Untuk membuat meja gelembung udara ini bahan yang digunakan adalah kayu. Kayu ini dipotong-potong kemudian dibuat bulatan atau seperti bola dengan cara dibubut. Buatlah bola kayu dengan berbagai macam ukuran dari yang kecil hingga besar. Tujuan dari penggunaan ukuran yang bermacam-macam ini adalah untuk memunculkan tampilan gelembung udara sabun yang ukurannya juga selalu tidak sama.

Jika bola kayu ini nantinya hanya diberi lapisan pelitur, sebaiknya menggunakan kayu yang struktur dan susunan seratnya bisa terlihat jelas sehingga bisa memunculkan kesan yang lebih unik. Sedangkan jika ingin diberi warna, boleh memilih jenis kayu apa saja namun tetap kuat dan tidak mudah lapuk.

Setelah bola kayu selesai dibuat dan dihaluskan menggunakan ampelas, langkah selanjutnya adalah menyusun bola-bola kayu tersebut dan menjadikannya sebagai konstruksi dan kaki meja. Penyusunan bola kayu ini merupakan pekerjaan yang paling sulit karena harus memperhitungkan keseimbangan antara bagian sisi yang kiri, kanan dan depan serta belakang. Jadi pemilihan ukuran bola kayu dari masing-masing sisi tersebut harus dilakukan dengan cermat sehingga akan menghasilkan kekuatan yang sama dari masing-masing bagian atau sisi.

Selain itu hal lain yang juga harus diperhitungkan adalah ketinggiannya harus sama dan sejajar baik untuk bagian yang atas serta bagian bawah.

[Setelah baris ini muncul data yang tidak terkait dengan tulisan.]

import type { Budget } from '../arith/budget';
import { rationalEntry, type RationalEntry } from '../place/rational-entry';
import type { Visited } from '../place/theta-ring';
import { degreesOf } from '../ring/degrees';
import { evaluate } from '../ring/evaluate';
import type { Graded } from '../ring/graded-ring';
import type { ResidueRing } from '../ring/residue-ring';
import type { Term } from '../ring/term';
import type { RationalStatement } from './rational-statement';

/**
 * Classes of K^MW_*(ℚ) that are known by their images in graded rings: words with rational entries, or residues of words over a
 * field that has ℚ as a residue field, which are never written out. `A` is an entry of the words, `B` the unit of ℚ it becomes.
 */
export interface RationalClasses<A, B extends Visited> {
  readonly sides: readonly (readonly Term<A>[])[];
  /** All units of ℚ that occur. */
  readonly entries: readonly RationalEntry[];
  unit(entry: A): B;
  rational(unit: B): RationalEntry;
  readonly minusOne: B;
  /** The image of the class of some terms; it is linear in the terms. */
  image<H>(terms: readonly Term<A>[], ring: ResidueRing<B, H>, budget: Budget): Graded<H>;
  /** The degrees in which the class of some terms can be other than 0, highest first. */
  degrees(terms: readonly Term<A>[]): readonly number[];
}

/** Words with rational entries as classes. */
export function wordClasses({ sides, entries }: RationalStatement): RationalClasses<RationalEntry, RationalEntry> {
  return {
    sides,
    entries,
    unit: (entry) => entry,
    rational: (unit) => unit,
    minusOne: rationalEntry({ num: -1n, den: 1n }),
    image: evaluate,
    degrees: degreesOf,
  };
}
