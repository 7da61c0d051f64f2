import type { Budget } from '../arith/budget';
import { limitedBudget, unlessExhausted } from '../arith/limited-budget';
import { negateElement, sumElement, type Element } from '../expression/element';
import type { Expression } from '../expression/expression';
import type { FieldName } from '../expression/field-name';
import { mapEntries } from '../expression/map-entries';
import { Refusal } from '../expression/refusal';
import type { Condition } from '../expression/statement';
import { substituteLetters } from '../expression/substitute';
import { writeLetterFunction } from '../field/write-letter-function';
import type { DecidableField } from './decidable-field';
import type { Finding } from './finding';
import type { LettersStatement } from './letters-statement';
import { freeTargets } from './letters-free-targets';
import { concreteTargets, type Assignment, type Target } from './letters-targets';
import type { Counterexample, NamedField, SearchLimit, TriedField } from './outcome';

/** What a search for a counterexample came to. */
export interface Refutation {
  readonly counterexample?: Counterexample;
  /** What differs there: the findings in the degrees that were asked about. */
  readonly findings: readonly Finding[];
  readonly theorem?: string;
  readonly tried: readonly TriedField[];
  readonly limit: SearchLimit;
}

/** A statement about an unspecified field, as it was typed and as it was read. */
export interface Claim {
  readonly left: Expression;
  readonly right: Expression;
  readonly conditions: readonly Condition[];
  readonly statement: LettersStatement;
}

interface Question extends Claim {
  /** The degrees in which a difference is looked for. */
  readonly degrees: ReadonlySet<number>;
  /** How many times longer than usual to look: a difference may be known to be there. */
  readonly patience: number;
}

/** Decides over the field of a name; the letters that are left free stand for themselves in `any`. */
export type DecideOver = (name: FieldName) => Pick<DecidableField, 'name' | 'tex' | 'decide'>;

/**
 * Looks for values of the letters at which the sides differ: with some letters left free, so that canonical words decide in every
 * degree, then over finite fields, ℚ, ℚ(t) and 𝔽_p(t), small values first. Values are lawful when all entries are units and the
 * conditions hold. The order is fixed, every field has a fixed number of values, and all ends after so many steps.
 */
export function searchCounterexample(
  question: Question,
  decideOver: DecideOver,
  steps: number,
  whole: Budget,
): Refutation {
  const budget = limitedBudget(whole, steps);
  const tried: TriedField[] = [];
  let reached = false;
  for (const target of targetsOf(question, budget)) {
    if (isSpent(budget)) {
      reached = true;
      break;
    }
    const found = searchIn(target, question, decideOver, limitedBudget(budget, steps >> 1));
    if (found === undefined) continue;
    reached ||= found.ended;
    const known = tried.findIndex(({ field }) => field.name === found.field.name);
    const entry = { field: found.field, values: found.values + (tried[known]?.values ?? 0) };
    if (known >= 0) tried[known] = entry;
    else tried.push(entry);
    if (found.failure !== undefined) return { ...found.failure, tried, limit: { steps, reached: false } };
  }
  return { findings: [], tried, limit: { steps, reached } };
}

const isSpent = (budget: Budget): boolean =>
  unlessExhausted(
    () => {
      budget.spend('looking for a counterexample');
      return false;
    },
    () => true,
  );

function targetsOf({ conditions, statement, patience, degrees }: Question, budget: Budget): readonly Target[] {
  const excluded = new Set(conditions.flatMap((c) => (c.kind === 'characteristic' && !c.is ? [c.prime] : [])));
  return unlessExhausted(
    () => {
      const free = [...freeTargets(statement, patience, budget)];
      const concrete = concreteTargets(statement.characteristic, excluded, patience, budget);
      const of = (kind: Target['name']['kind']): readonly Target[] => concrete.filter(({ name }) => name.kind === kind);
      const [rationals, functions] = [of('rationals'), of('functions')];
      // of symbols of degree ≥ 3 nothing is left over finite fields, and little over Q and F_p(t)
      return Math.min(...degrees) > 2
        ? [...rationals, ...free, ...functions, ...of('finite')]
        : [...of('finite'), ...rationals, ...free, ...functions];
    },
    () => [],
  );
}

interface Found {
  readonly field: NamedField;
  /** How many lawful values gave no difference. */
  readonly values: number;
  /** Whether the budget ended the search. */
  readonly ended: boolean;
  /** What a value that separates the sides gives. */
  readonly failure?: Pick<Refutation, 'counterexample' | 'findings' | 'theorem'>;
}

/** The search in one field; `undefined` where the field is not decided. */
function searchIn(target: Target, question: Question, decideOver: DecideOver, budget: Budget): Found | undefined {
  const { statement, conditions } = question;
  const assigned = statement.ring.letters.filter((name) => !statement.solved.has(name));
  const kept = conditions.filter((c) => target.name.kind === 'any' && c.kind === 'characteristic');
  const field = unlessPassedOver(() => decideOver(target.name));
  if (field === undefined) return undefined;
  const named = { name: field.name, tex: field.tex };
  let values = 0;
  const failure = unlessExhausted<Found['failure'] | 'ended'>(
    () => {
      for (const assignment of target.assignments(assigned)) {
        budget.spend('looking for a counterexample');
        const lawful = valuesAt(target, question, assignment);
        if (lawful === undefined) continue;
        const decision = unlessPassedOver(() => field.decide(lawful.left, lawful.right, kept, budget));
        if (decision === undefined) continue;
        const unseen = decision.open?.some(({ degree, verdict }) => verdict && question.degrees.has(degree)) ?? false;
        const apart = new Set(
          decision.findings.flatMap(({ same, degree }) => (!same && question.degrees.has(degree) ? [degree] : [])),
        );
        if (apart.size > 0)
          return {
            counterexample: {
              field: named,
              values: lawful.values,
              statement: { sides: [lawful.left, lawful.right], conditions: kept },
            },
            findings: decision.findings.filter(({ degree }) => apart.has(degree)),
            theorem: decision.theorem,
          };
        if (!unseen) values += 1;
      }
      return undefined;
    },
    () => 'ended',
  );
  if (failure === 'ended') return { field: named, values, ended: true };
  return { field: named, values, ended: false, ...(failure && { failure }) };
}

/** Values that a field cannot be asked about are passed over. */
function unlessPassedOver<T>(question: () => T): T | undefined {
  try {
    return question();
  } catch (error) {
    if (isPassedOver(error)) return undefined;
    throw error;
  }
}

const isPassedOver = (error: unknown): error is Refusal =>
  error instanceof Refusal && (error.code === 'not-yet' || error.code === 'size');

interface Lawful {
  readonly left: Expression;
  readonly right: Expression;
  readonly values: Counterexample['values'];
}

/** Both sides with values for their letters, `undefined` where an entry is no unit or a condition fails. */
function valuesAt(
  target: Target,
  { left, right, conditions, statement }: Question,
  chosen: Assignment,
): Lawful | undefined {
  const { ring, solved } = statement;
  const all = new Map<string, Element>();
  try {
    // letters are units, whether they stand alone or not
    const give = (name: string, element: Element): void => {
      const value = target.value(element);
      if (value === 'zero') throw new Unlawful();
      all.set(name, value);
    };
    for (const [name, element] of chosen) give(name, element);
    for (const [name, value] of solved) give(name, substituteLetters(writeLetterFunction(ring, value), chosen));
    const at = (element: Element): Element => {
      const value = target.value(substituteLetters(element, all));
      if (value === 'zero') throw new Unlawful();
      return value;
    };
    for (const condition of conditions)
      if (condition.kind === 'unequal') at(sumElement([condition.left, negateElement(condition.right)]));
    const sides = [mapEntries(left, at), mapEntries(right, at)] as const;
    const values = ring.letters.flatMap((letter) => {
      const value = all.get(letter);
      return value === undefined || isItself(value, letter) ? [] : [{ letter, value }];
    });
    return { left: sides[0], right: sides[1], values };
  } catch (error) {
    if (error instanceof Unlawful) return undefined;
    const meaningless = error instanceof Refusal && ['division-by-zero', 'not-a-unit', 'size'].includes(error.code);
    if (meaningless) return undefined;
    throw error;
  }
}

/** Values at which an entry is 0 or a condition fails. */
class Unlawful extends Error {}

const isItself = (value: Element, letter: string): boolean => value.kind === 'letter' && value.name === letter;
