import type { Budget } from '../arith/budget';
import type { Expression } from '../expression/expression';
import type { Condition } from '../expression/statement';
import { total } from '../ring/write-word';
import type { DecidableField } from './decidable-field';
import type { NormalizeOutcome } from './outcome';

/**
 * The canonical form of an expression, degree by degree: with `canonical: true` two elements of the field are equal iff their
 * forms print alike.
 */
export function normalize(
  field: DecidableField,
  expression: Expression,
  options: { readonly steps?: boolean; readonly conditions?: readonly Condition[] },
  budget: Budget,
): NormalizeOutcome {
  const conditions = options.conditions ?? [];
  const parts = field.normalForm(expression, conditions, budget);
  const form = total(parts.map(({ normalForm }) => normalForm));
  const steps = options.steps ? field.derivation(expression, form, conditions, budget) : undefined;
  return {
    parts,
    ...(steps && { steps }),
    sideConditions: field.sideConditions([expression], conditions, budget),
  };
}
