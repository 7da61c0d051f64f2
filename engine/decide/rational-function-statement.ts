import type { Budget } from '../arith/budget';
import type { Expression } from '../expression/expression';
import { factorOverRationals } from '../field/factor-rational';
import { functionField } from '../field/function-field';
import { compareIntegerPolynomials, primitiveOfRational } from '../field/integer-polynomial';
import { rationalPolynomialTools } from '../field/rational-polynomial-tools';
import { rationals, type Rational } from '../field/rational';
import { functionStatement, type Constants, type FunctionStatement } from './function-statement';

/** ℚ as constants. */
export const rationalConstants = (letter: string, budget: Budget): Constants<Rational> => ({
  functions: functionField(rationals, letter, rationalPolynomialTools(budget)),
  nameOf: ({ num, den }) => `${num}/${den}`,
  factor: (f) => factorOverRationals(f, budget).factors,
  compare: (f, g) => compareIntegerPolynomials(primitiveOfRational(f).primitive, primitiveOfRational(g).primitive),
});

/** Reads the entries of expressions as units of ℚ(letter). */
export const rationalFunctionStatement = (
  letter: string,
  expressions: readonly Expression[],
  budget: Budget,
): FunctionStatement<Rational> => functionStatement(rationalConstants(letter, budget), expressions, budget);
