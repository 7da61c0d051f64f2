import type { Budget } from '../arith/budget';
import { seeded } from '../arith/seeded';
import {
  addMulti,
  constantPolynomial,
  keyOf,
  multiplyMulti,
  negateMulti,
  powerMulti,
  scaleMulti,
  type LetterRing,
  type MultiPolynomial,
} from '../field/multivariate';
import type { Monomial } from '../ring/word-ring';
import type { Generator } from './letters-generators';

/** x + y = 1 for two ± monomials in generators, so that [x][y] = 0. `weight` counts the generators in it, with repetitions. */
export interface SteinbergPair {
  readonly x: Monomial;
  readonly y: Monomial;
  readonly weight: number;
}

/** Products of at most this many generators are looked at, and at most that many of them. */
const WEIGHT_LIMIT = 4;
const MONOMIAL_LIMIT = 420;
/** Where values at a point say little, over a small field, polynomials are added instead; that takes longer. */
const MONOMIAL_LIMIT_EXACT = 130;

/** A product of generators by their exponents, with its weight. */
interface Product {
  readonly exponents: readonly number[];
  readonly weight: number;
}

/**
 * The pairs x + y = 1 among ± monomials in pairwise coprime generators: all m₁ ± m₂ = ±m₃ for coprime products m₁, m₂ of
 * few generators, one pair for each, lightest first. Found by values at a point, and tested as polynomials.
 */
export function steinbergPairs(
  ring: LetterRing,
  generators: readonly Generator[],
  budget: Budget,
): readonly SteinbergPair[] {
  const p = ring.characteristic;
  return p === 0n || (p > 1_000_000n && p < 1n << 26n)
    ? find(ring, generators, pointValues(ring, generators), MONOMIAL_LIMIT, budget)
    : find(ring, generators, polynomialValues(ring, generators), MONOMIAL_LIMIT_EXACT, budget);
}

/** A ring in which generators have values, those of different polynomials different as a rule. */
interface Values<V> {
  readonly one: V;
  readonly generators: readonly V[];
  multiply(a: V, b: V): V;
  add(a: V, b: V): V;
  negate(a: V): V;
  key(a: V): string | number;
}

const POINT_PRIME = 67108859;

function pointValues(ring: LetterRing, generators: readonly Generator[]): Values<number> {
  const q = ring.characteristic === 0n ? POINT_PRIME : Number(ring.characteristic);
  const stream = seeded(generators.length);
  const at = ring.letters.map(() => BigInt(Math.abs((stream() * 4294967296) % (q - 2)) + 2));
  const modulus = BigInt(q);
  const reduce = (n: bigint): number => Number(((n % modulus) + modulus) % modulus);
  const valueOf = (f: MultiPolynomial): number =>
    f.reduce((sum, { exponents, coefficient }) => {
      let value = coefficient % modulus;
      exponents.forEach((e, i) => {
        for (let k = 0; k < e; k += 1) value = (value * (at[i] ?? 1n)) % modulus;
      });
      return reduce(BigInt(sum) + value);
    }, 0);
  return {
    one: 1,
    generators: generators.map((g) => (g.kind === 'integer' ? reduce(g.value) : valueOf(g.value))),
    multiply: (a, b) => (a * b) % q,
    add: (a, b) => (a + b) % q,
    negate: (a) => (a === 0 ? 0 : q - a),
    key: (a) => a,
  };
}

function polynomialValues(ring: LetterRing, generators: readonly Generator[]): Values<MultiPolynomial> {
  return {
    one: constantPolynomial(ring, 1n),
    generators: generators.map((g) => (g.kind === 'integer' ? constantPolynomial(ring, g.value) : g.value)),
    multiply: (a, b) => multiplyMulti(ring, a, b),
    add: (a, b) => addMulti(ring, a, b),
    negate: (a) => negateMulti(ring, a),
    key: keyOf,
  };
}

function find<V>(
  ring: LetterRing,
  generators: readonly Generator[],
  values: Values<V>,
  limit: number,
  budget: Budget,
): readonly SteinbergPair[] {
  const products = lightProducts(generators.length, limit);
  const valueOf = ({ exponents }: Product): V =>
    exponents.reduce((value, e, i) => {
      let result = value;
      for (let k = 0; k < e; k += 1) result = values.multiply(result, values.generators[i] ?? values.one);
      return result;
    }, values.one);
  const list = products.map((product) => ({ product, value: valueOf(product) }));
  const byKey = new Map(list.map((entry) => [values.key(entry.value), entry.product] as const));
  const pairs = new Map<string, SteinbergPair>();
  for (const [i, first] of list.entries()) {
    budget.spend('looking for Steinberg relations');
    for (let j = i + 1; j < list.length; j += 1) {
      const second = list[j];
      if (second === undefined || !coprime(first.product, second.product)) continue;
      for (const sign of [1, -1] as const) {
        const sum = values.add(first.value, sign === 1 ? second.value : values.negate(second.value));
        for (const turned of [1, -1] as const) {
          const third = byKey.get(values.key(turned === 1 ? sum : values.negate(sum)));
          if (third === undefined) continue;
          const name = [first.product, second.product, third].map(({ exponents }) => exponents.join()).sort();
          if (pairs.has(name.join(';'))) continue;
          if (!isSum(ring, generators, first.product, sign, second.product, turned, third)) continue;
          pairs.set(name.join(';'), pairOf(first.product, sign, second.product, turned, third));
        }
      }
    }
  }
  return [...pairs.values()].sort((a, b) => a.weight - b.weight);
}

/** Products of generators by rising weight, 1 among them, as many as there may be. */
function lightProducts(count: number, limit: number): readonly Product[] {
  const all: Product[] = [];
  let layer: readonly Product[] = [{ exponents: new Array<number>(count).fill(0), weight: 0 }];
  for (let weight = 0; weight <= WEIGHT_LIMIT && all.length + layer.length <= limit; weight += 1) {
    all.push(...layer);
    layer = layer.flatMap((product) => {
      const last = product.exponents.findLastIndex((e) => e > 0);
      return product.exponents.flatMap((_, i) =>
        i < last
          ? []
          : [{ exponents: product.exponents.map((e, k) => (k === i ? e + 1 : e)), weight: product.weight + 1 }],
      );
    });
  }
  return all;
}

const coprime = (a: Product, b: Product): boolean => a.exponents.every((e, i) => e === 0 || b.exponents[i] === 0);

/** Whether a + sign·b = turned·c as polynomials. */
function isSum(
  ring: LetterRing,
  generators: readonly Generator[],
  a: Product,
  sign: 1 | -1,
  b: Product,
  turned: 1 | -1,
  c: Product,
): boolean {
  const polynomial = ({ exponents }: Product): MultiPolynomial =>
    exponents.reduce(
      (product, e, i) => {
        const g = generators[i];
        if (e === 0 || g === undefined) return product;
        const value = g.kind === 'integer' ? constantPolynomial(ring, g.value) : g.value;
        return multiplyMulti(ring, product, powerMulti(ring, value, e));
      },
      constantPolynomial(ring, 1n),
    );
  const left = addMulti(ring, polynomial(a), scaleMulti(ring, BigInt(sign), polynomial(b)));
  return keyOf(left) === keyOf(scaleMulti(ring, BigInt(turned), polynomial(c)));
}

/** From a + sign·b = turned·c the pair over 1, or else over the product with the last generator. */
function pairOf(a: Product, sign: 1 | -1, b: Product, turned: 1 | -1, c: Product): SteinbergPair {
  // as a signed sum s₁m₁ + s₂m₂ + s₃m₃ = 0
  const signed = [
    { product: a, sign: 1 },
    { product: b, sign },
    { product: c, sign: -turned },
  ];
  const last = ({ exponents }: Product): number => exponents.findLastIndex((e) => e > 0);
  const rank = ({ product }: (typeof signed)[number]): number => (product.weight === 0 ? Infinity : last(product));
  const [below, ...others] = [...signed].sort((x, y) => rank(y) - rank(x));
  if (below === undefined) throw new RangeError('no pair');
  const [x, y] = others.map((above): Monomial => quotient(above, below));
  if (x === undefined || y === undefined) throw new RangeError('no pair');
  return { x, y, weight: a.weight + b.weight + c.weight };
}

/** −above/below. */
function quotient(
  above: { readonly product: Product; readonly sign: number },
  below: { readonly product: Product; readonly sign: number },
): Monomial {
  const exponents = new Map<number, bigint>();
  above.product.exponents.forEach((e, i) => {
    const difference = e - (below.product.exponents[i] ?? 0);
    if (difference !== 0) exponents.set(i, BigInt(difference));
  });
  return { negative: above.sign === below.sign, exponents };
}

Jika ada kesalahan meski hanya kecil dalam perhitungan ketinggian ini akan menyebabkan meja menjadi miring atau tidak kuat menahan beban.

Jika merasa kesulitan untuk membuat perhitungan tersebut, sebelum bola kayu dibuat kita bisa membuat gambar atau sketsa konstruksi bola kayu ini. Dengan sketsa ini perhitungan bisa dibuat lebih mudah. Karena ketika membuat bola kayu kita tinggal menggunakan ukuran yang sesuai dengan perhitungan yang telah dibuat.

Sedangkan elemen yang digunakan untuk merekatkan susunan bola kayu ini adalah menggunakan pantek. Yaitu paku bikinan sendiri yang terbuat dari kayu. Caranya adalah kayu dipotong kecil-kecil dengan ukuran sekitar empat hingga tujuh sentimeter kemudian dibundarkan seperti pipa dengan ukuran diameter sekitar dua hingga lima millimeter.

Potongan kayu ini kemudian dimasukan ke dalam bola kayu yang sebelumnya sudah diberi lubang dengan cara dibor. Ukuran lubang yang dibuat ini harus lebih kecil sedikit daripada ukuran diameter pantek yang telah dibuat. Tujuannya adalah agar pantek bisa masuk namun tidak mudah terlepas kembali.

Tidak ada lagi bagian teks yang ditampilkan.